/**
 * Loading campaign files: the bad-input corpus (each case asserts the exact message, with file, line,
 * column and key path worked out by hand from the fixture text), and a good file.
 * The file hash is checked against coreutils `sha256sum` (independent of our code).
 */
import { afterAll, beforeAll, describe, expect, it } from 'vitest';
import { execFileSync } from 'node:child_process';
import { chmodSync, mkdirSync, mkdtempSync, readdirSync, rmSync, writeFileSync } from 'node:fs';
import { tmpdir } from 'node:os';
import { join } from 'node:path';
import { CampaignError, loadCampaign, conditionStartPath, startPaths } from '../../src/campaign/load.js';

// Line numbers of GOOD, for reading the expected messages below:
//  1 name  2 species  3 start  4 conditions  5 - name  6 temperature  7 steps  8 stages  9 label
// 10 command  11 resources  12 walltime  13 train  14 command  15 validate  16 command  17 simulate  18 command
const GOOD = `name: argon
species: [Ar]
start: start.xyz
conditions:
  - name: c30
    temperature: 30
    steps: 100
stages:
  label:
    command: ./label.sh
    resources:
      walltime: "02:00:00"
  train:
    command: ./train.sh
  validate:
    command: ./validate.sh
  simulate:
    command: ./md.sh
`;

const XYZ = '1\nLattice="5.26 0 0 0 5.26 0 0 0 5.26" Properties=species:S:1:pos:R:3 pbc="T T T"\nAr 0 0 0\n';

let root: string;
let n = 0;
beforeAll(() => {
  root = mkdtempSync(join(tmpdir(), 'ratchet-campaign-'));
});
afterAll(() => {
  rmSync(root, { recursive: true, force: true });
});

/** A fresh campaign directory holding start.xyz and the given campaign text; returns the campaign file path. */
function campaignFile(text: string): string {
  const dir = join(root, `c${n++}`);
  mkdirSync(dir);
  writeFileSync(join(dir, 'start.xyz'), XYZ);
  const file = join(dir, 'campaign.yaml');
  writeFileSync(file, text);
  return file;
}

function edit(from: string, to: string): string {
  if (!GOOD.includes(from)) throw new Error(`fixture has no ${JSON.stringify(from)}`);
  return GOOD.replace(from, to);
}

async function failure(text: string): Promise<{ file: string; error: CampaignError }> {
  const file = campaignFile(text);
  const before = readdirSync(join(file, '..')).sort();
  try {
    await loadCampaign(file);
  } catch (err) {
    expect(err).toBeInstanceOf(CampaignError);
    // Loading never writes: the campaign directory is as it was.
    expect(readdirSync(join(file, '..')).sort()).toEqual(before);
    return { file, error: err as CampaignError };
  }
  throw new Error('expected the campaign to be rejected');
}

async function message(text: string): Promise<string> {
  const { file, error } = await failure(text);
  return error.message.split(file).join('campaign.yaml');
}

describe('a good campaign', () => {
  it('loads, with the directory and the sha256 of the file bytes', async () => {
    const file = campaignFile(GOOD);
    const loaded = await loadCampaign(file);
    expect(loaded.campaign.name).toBe('argon');
    expect(loaded.dir).toBe(join(file, '..'));
    expect(loaded.file).toBe(file);
    const expected = execFileSync('sha256sum', ['-b', file], { encoding: 'utf8' }).split(' ')[0];
    expect(loaded.sha256).toBe(expected);
    expect(startPaths(loaded.campaign, loaded.dir)).toEqual([join(loaded.dir, 'start.xyz')]);
    expect(conditionStartPath(loaded.campaign, loaded.dir, loaded.campaign.conditions[0]!)).toBe(join(loaded.dir, 'start.xyz'));
  });

  it('reads an empty section (only comments under it) as its defaults', async () => {
    const file = campaignFile(GOOD + 'backend:\n  # kind: slurm\nbudget:\n');
    const loaded = await loadCampaign(file);
    expect(loaded.campaign.backend.kind).toBe('local');
    expect(loaded.campaign.budget).toEqual({});
  });
});

describe('bad-input corpus', () => {
  it('wrong type', async () => {
    expect(await message(edit('    temperature: 30', '    temperature: warm'))).toBe(
      'campaign.yaml:6:18: conditions[0].temperature: expected a temperature in K above 0, found "warm"',
    );
    expect(await message(edit('species: [Ar]', 'species: Ar'))).toBe(
      'campaign.yaml:2:10: species: expected a list of element symbols like [Si, O], found "Ar"',
    );
    expect(await message(edit('  label:\n', '  label:\n    frames_per_task: [10]\n'))).toBe(
      'campaign.yaml:10:22: stages.label.frames_per_task: expected a whole number of frames of at least 1, found a list',
    );
  });

  it('unknown key with the nearest valid key', async () => {
    const { error } = await failure(edit('    command: ./label.sh\n', '    command: ./label.sh\n    frame_per_task: 10\n'));
    expect(error.message.split(error.file).join('campaign.yaml')).toBe(
      "campaign.yaml:11:5: stages.label.frame_per_task: unknown key; did you mean 'frames_per_task'?",
    );
    expect(error).toMatchObject({ line: 11, column: 5, keyPath: 'stages.label.frame_per_task', suggestion: 'frames_per_task' });
    expect(await message(edit('    temperature: 30', '    temprature: 30'))).toBe(
      "campaign.yaml:6:5: conditions[0].temprature: unknown key; did you mean 'temperature'?",
    );
  });

  it('unknown key that belongs in another section, and one that is nowhere', async () => {
    expect(await message(edit('    command: ./train.sh\n', '    command: ./train.sh\n    frames_per_task: 10\n'))).toBe(
      "campaign.yaml:15:5: stages.train.frames_per_task: unknown key here; 'frames_per_task' belongs under stages.label",
    );
    expect(await message(edit('  train:\n', '  train:\n    holdout: 0.2\n'))).toBe(
      "campaign.yaml:14:5: stages.train.holdout: unknown key here; 'holdout' belongs under the top level",
    );
    expect(await message(edit('  train:\n', '  train:\n    colour: blue\n'))).toBe(
      'campaign.yaml:14:5: stages.train.colour: unknown key; expected one of: command, resources, setup, attempts, params, programs',
    );
  });

  it('missing command', async () => {
    expect(await message(edit('    command: ./train.sh\n', ''))).toBe(
      'campaign.yaml:13:3: stages.train.command: missing; expected a command line (a non-empty string) for the train tasks',
    );
    expect(await message(edit('    command: ./train.sh\n', '    resources: {cpus: 2}\n'))).toBe(
      'campaign.yaml:13:3: stages.train.command: missing; expected a command line (a non-empty string) for the train tasks',
    );
    expect(await message(edit('    command: ./md.sh\n', '    command: ""\n'))).toBe(
      'campaign.yaml:18:14: stages.simulate.command: expected a command line (a non-empty string) for the simulate tasks, found ""',
    );
  });

  it('negative walltime', async () => {
    const expected = 'expected a walltime like "02:00:00" (HH:MM:SS) or "1-12:00:00" (D-HH:MM:SS), or whole seconds';
    expect(await message(edit('walltime: "02:00:00"', 'walltime: "-1"'))).toBe(
      `campaign.yaml:12:17: stages.label.resources.walltime: ${expected}, found "-1"`,
    );
    expect(await message(edit('walltime: "02:00:00"', 'walltime: -3600'))).toBe(
      `campaign.yaml:12:17: stages.label.resources.walltime: ${expected}, found -3600`,
    );
    expect(await message(edit('walltime: "02:00:00"', 'walltime: "-02:00:00"'))).toBe(
      `campaign.yaml:12:17: stages.label.resources.walltime: ${expected}, found "-02:00:00"`,
    );
  });

  it('YAML syntax errors', async () => {
    expect(await message(edit('species: [Ar]', 'species: [Ar'))).toBe(
      'campaign.yaml:3:1: YAML syntax: Flow sequence in block collection must be sufficiently indented and end with a ]',
    );
    expect(await message(edit('    steps: 100', '\tsteps: 100'))).toBe('campaign.yaml:7:1: YAML syntax: Tabs are not allowed as indentation');
    expect(await message(edit('name: argon', 'name: "argon'))).toBe('campaign.yaml:1:13: YAML syntax: Missing closing "quote');
    expect(await message(GOOD + 'name: again\n')).toBe("campaign.yaml:19:1: YAML syntax: Map keys must be unique ('name' appears twice)");
  });

  it('missing or unreadable starting structures', async () => {
    const { file, error } = await failure(edit('start: start.xyz', 'start: missing.xyz'));
    const dir = join(file, '..');
    expect(error.message).toBe(
      `${file}:3:8: start: cannot read starting structure "missing.xyz" (${join(dir, 'missing.xyz')}): no such file or directory`,
    );
    expect(error).toMatchObject({ file, line: 3, column: 8, keyPath: 'start' });

    const dirCase = await failure(edit('start: start.xyz', 'start: [start.xyz, structures]'));
    mkdirSync(join(dirCase.file, '..', 'structures'));
    await expect(loadCampaign(dirCase.file)).rejects.toThrow(
      `${dirCase.file}:3:20: start[1]: cannot read starting structure "structures" (${join(dirCase.file, '..', 'structures')}): it is a directory, expected a file`,
    );

    expect(await message(edit('start: start.xyz', 'start: start.xyz/inner.xyz'))).toMatch(
      /^campaign\.yaml:3:8: start: cannot read starting structure "start\.xyz\/inner\.xyz" \(.*\): a part of the path is not a directory$/,
    );

    expect(await message(edit('    steps: 100\n', '    steps: 100\n    start: hot/start.xyz\n'))).toMatch(
      /^campaign\.yaml:8:12: conditions\[0\]\.start: cannot read starting structure "hot\/start\.xyz" \(.*\/hot\/start\.xyz\): no such file or directory$/,
    );
  });

  it('starting structures that are not extended XYZ, empty, or of other species', async () => {
    const write = (file: string, name: string, text: string) => writeFileSync(join(file, '..', name), text);

    const notXyz = await failure(edit('start: start.xyz', 'start: [start.xyz, notes.txt]'));
    write(notXyz.file, 'notes.txt', 'these are my notes\n');
    await expect(loadCampaign(notXyz.file)).rejects.toThrow(
      `${notXyz.file}:3:20: start[1]: cannot read starting structure "notes.txt": ${join(notXyz.file, '..', 'notes.txt')}:1: expected the atom count of frame 0 (a non-negative integer alone on its line), found "these are my notes"`,
    );

    const empty = await failure(edit('start: start.xyz', 'start: empty.xyz'));
    write(empty.file, 'empty.xyz', '');
    await expect(loadCampaign(empty.file)).rejects.toThrow(
      `${empty.file}:3:8: start: expected at least one frame in starting structure "empty.xyz", found an empty file`,
    );

    // Second frame holds copper, which the campaign does not list.
    const other = await failure(edit('start: start.xyz', 'start: mixed.xyz'));
    write(other.file, 'mixed.xyz', XYZ + '2\nProperties=species:S:1:pos:R:3\nAr 0 0 0\nCu 2 0 0\n');
    await expect(loadCampaign(other.file)).rejects.toThrow(
      `${other.file}:3:8: start: expected structures of the campaign's species (Ar), found "Cu" in frame 1 of "mixed.xyz"`,
    );
  });

  // Permission bits do not stop root, so this case runs only for an ordinary user.
  it.skipIf(process.getuid?.() === 0)('starting structure without read permission', async () => {
    const file = campaignFile(GOOD);
    chmodSync(join(file, '..', 'start.xyz'), 0o000);
    await expect(loadCampaign(file)).rejects.toThrow(/^.*:3:8: start: cannot read starting structure "start\.xyz" \(.*\): permission denied$/);
  });

  it('bad species symbol', async () => {
    expect(await message(edit('species: [Ar]', 'species: [Ar, Xx]'))).toBe(
      'campaign.yaml:2:15: species[1]: expected an element symbol like "Ar", found "Xx"',
    );
    const { error } = await failure(edit('species: [Ar]', 'species: [ar]'));
    expect(error.detail).toBe(`expected an element symbol like "Ar", found "ar"; did you mean 'Ar'?`);
    expect(error.suggestion).toBe('Ar');
    expect(await message(edit('species: [Ar]', 'species: [Ar, Ar]'))).toBe(
      'campaign.yaml:2:15: species[1]: expected each element once ("Ar" is also species[0]), found "Ar"',
    );
  });

  it('a choice with a typo', async () => {
    expect(await message(GOOD + 'backend:\n  kind: slurn\n')).toBe(
      `campaign.yaml:20:9: backend.kind: expected one of "local", "slurm", "pbs", "lsf", "sge", found "slurn"; did you mean 'slurm'?`,
    );
  });

  it('bad parameter names and contact pairs name the key', async () => {
    expect(await message(edit('    command: ./md.sh\n', '    command: ./md.sh\n    params: {"cut-off": 5}\n'))).toBe(
      'campaign.yaml:19:14: stages.simulate.params["cut-off"]: expected a parameter name of letters, digits and underscores, found the key "cut-off"',
    );
    expect(await message(edit('    command: ./md.sh\n', '    command: ./md.sh\n    contacts:\n      min_distance: {Ar-Ne: 2.0}\n'))).toBe(
      `campaign.yaml:20:22: stages.simulate.contacts.min_distance["Ar-Ne"]: expected a pair of the campaign's species (Ar), found "Ar-Ne" ("Ne" is not one of them)`,
    );
  });

  it('a file that is empty, not a mapping, or missing', async () => {
    expect(await message('')).toBe('campaign.yaml:1:1: expected a mapping of campaign settings (key: value lines), found an empty file');
    expect(await message('- a\n- b\n')).toBe('campaign.yaml:1:1: expected a mapping of campaign settings (key: value lines), found a list');
    await expect(loadCampaign(join(root, 'nowhere', 'campaign.yaml'))).rejects.toThrow(
      `${join(root, 'nowhere', 'campaign.yaml')}: cannot read the campaign file: no such file or directory`,
    );
  });

  it('reports every problem, in file order', async () => {
    const text = edit('species: [Ar]', 'species: [Ar, Qq]').replace('    steps: 100', '    steps: -4').replace('  train:\n', '  train:\n    cpus: 2\n');
    expect(await message(text)).toBe(
      [
        'campaign.yaml:2:15: species[1]: expected an element symbol like "Ar", found "Qq"',
        'campaign.yaml:7:12: conditions[0].steps: expected a whole number of steps of at least 1, found -4',
        "campaign.yaml:14:5: stages.train.cpus: unknown key here; 'cpus' belongs under stages.sample.resources or stages.label.resources or stages.train.resources or stages.validate.resources or stages.simulate.resources",
      ].join('\n'),
    );
  });
});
----
WORK REQUEST >> Lines of the listing above that include the string "argon" should each be copied.

ANSWER TO THIS PROBLEM >>
const GOOD = `name: argon
    expect(loaded.campaign.name).toBe('argon');
    expect(await message(edit('name: argon', 'name: "argon'))).toBe('campaign.yaml:1:13: YAML syntax: Missing closing "quote');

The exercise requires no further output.